Separating lifted odd-hole inequalities to solve the index selection problem

Abstract

The Index Selection Problem (ISP) is a phase of fundamental importance in the physical design of databases, calling for a set of indexes to be built in a database so as to minimize the overall execution time for a given database workload. The problem is a generalization of the well-known Uncapacitated Facility Location Problem (UFLP). In an earlier publication [A. Caprara, J.J. Salazar González, TOP 4 (1996) 135–163], we formulate ISP as a set packing problem, showing that our mathematical model contains all the clique inequalities, and describe a branch-and-cut algorithm based on the separation of odd-hole inequalities. In this paper, we describe an effective exact separation procedure for a suitably-defined family of lifted odd-hole inequalities, obtained by applying a Chvátal-Gomory derivation to the clique inequalities.
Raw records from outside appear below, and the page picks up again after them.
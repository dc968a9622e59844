/* check.c - a plan on the model's own scenarios and on fresh ones: fit
 * counts, Clopper-Pearson intervals, verdict, overload, load and profit.
 * SPDX-License-Identifier: MIT */
#include "check.h"

#include <math.h>
#include <string.h>

#include "alloc.h"
#include "clock.h"
#include "model.h"
#include "sample.h"
#include "stats.h"

/* Fresh scenarios drawn per block: a multiple of the sampler's alignment
 * so no block straddles two of its products, small enough (n * 8 KiB per
 * job row array) to stay in cache next to the kept values. */
#define CHECK_BLOCK (16 * SURETY_SAMPLE_BLOCK)

surety_code surety_check_eval_init(surety_plan_eval *ev,
                                   const surety_model *model,
                                   const surety_plan *plan, surety_error *err)
{
    memset(ev, 0, sizeof *ev);
    if (!model || !plan) {
        surety_error_set(err, NULL, 0, 0, NULL, "check: no model or plan");
        return SURETY_EUSAGE;
    }
    size_t n = model->n, m = model->m;
    if (plan->n != n) {
        surety_error_set(err, NULL, 0, 0, NULL,
                         "the plan has %zu jobs, the model %zu", plan->n, n);
        return SURETY_EUSAGE;
    }
    for (size_t j = 0; j < n; j++) {
        long i = plan->resource[j];
        const surety_job *job = &model->jobs[j];
        if (i < 0) {
            if (job->required) {
                surety_error_set(err, NULL, 0, 0, "plan",
                                 "job %s is required but the plan rejects it",
                                 job->id);
                return SURETY_EINPUT;
            }
            continue;
        }
        if ((size_t)i >= m) {
            surety_error_set(err, NULL, 0, 0, "plan",
                             "job %s is placed in resource %ld of %zu",
                             job->id, i, m);
            return SURETY_EUSAGE;
        }
        if (!job->allowed[i]) {
            surety_error_set(err, NULL, 0, 0, "plan",
                             "job %s is not allowed in resource %s", job->id,
                             model->resources[i].id);
            return SURETY_EINPUT;
        }
    }
    ev->n = n;
    ev->m = m;
    ev->jobs = surety_xmalloc(n ? n : 1, sizeof *ev->jobs);
    ev->start = surety_xcalloc(m + 1, sizeof *ev->start);
    ev->factor = surety_xmalloc(m ? m : 1, sizeof *ev->factor);
    ev->capacity = surety_xmalloc(m ? m : 1, sizeof *ev->capacity);
    if (!ev->jobs || !ev->start || !ev->factor || !ev->capacity) {
        surety_check_eval_free(ev);
        surety_error_set(err, NULL, 0, 0, NULL, "out of memory");
        return SURETY_EINTERNAL;
    }
    size_t t = 0;
    for (size_t i = 0; i < m; i++) {
        ev->start[i] = t;
        for (size_t j = 0; j < n; j++)
            if (plan->resource[j] == (long)i)
                ev->jobs[t++] = j;
        ev->factor[i] = model->resources[i].hours_factor;
        ev->capacity[i] = model->resources[i].capacity;
    }
    ev->start[m] = t;
    return SURETY_OK;
}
Our analysis goes in the direction of determining a new class of inequalities over which efficient separation is possible, rather than introducing new classes of (facet-defining) inequalities that later turn out to be difficult to separate. Our separation procedure is embedded within our branch-and-cut algorithm for the exact solution of ISP. Computational results on two different classes of instances are given, showing the effectiveness of the new approach. We also test our algorithm on UFLP instances both taken from the literature and randomly generated.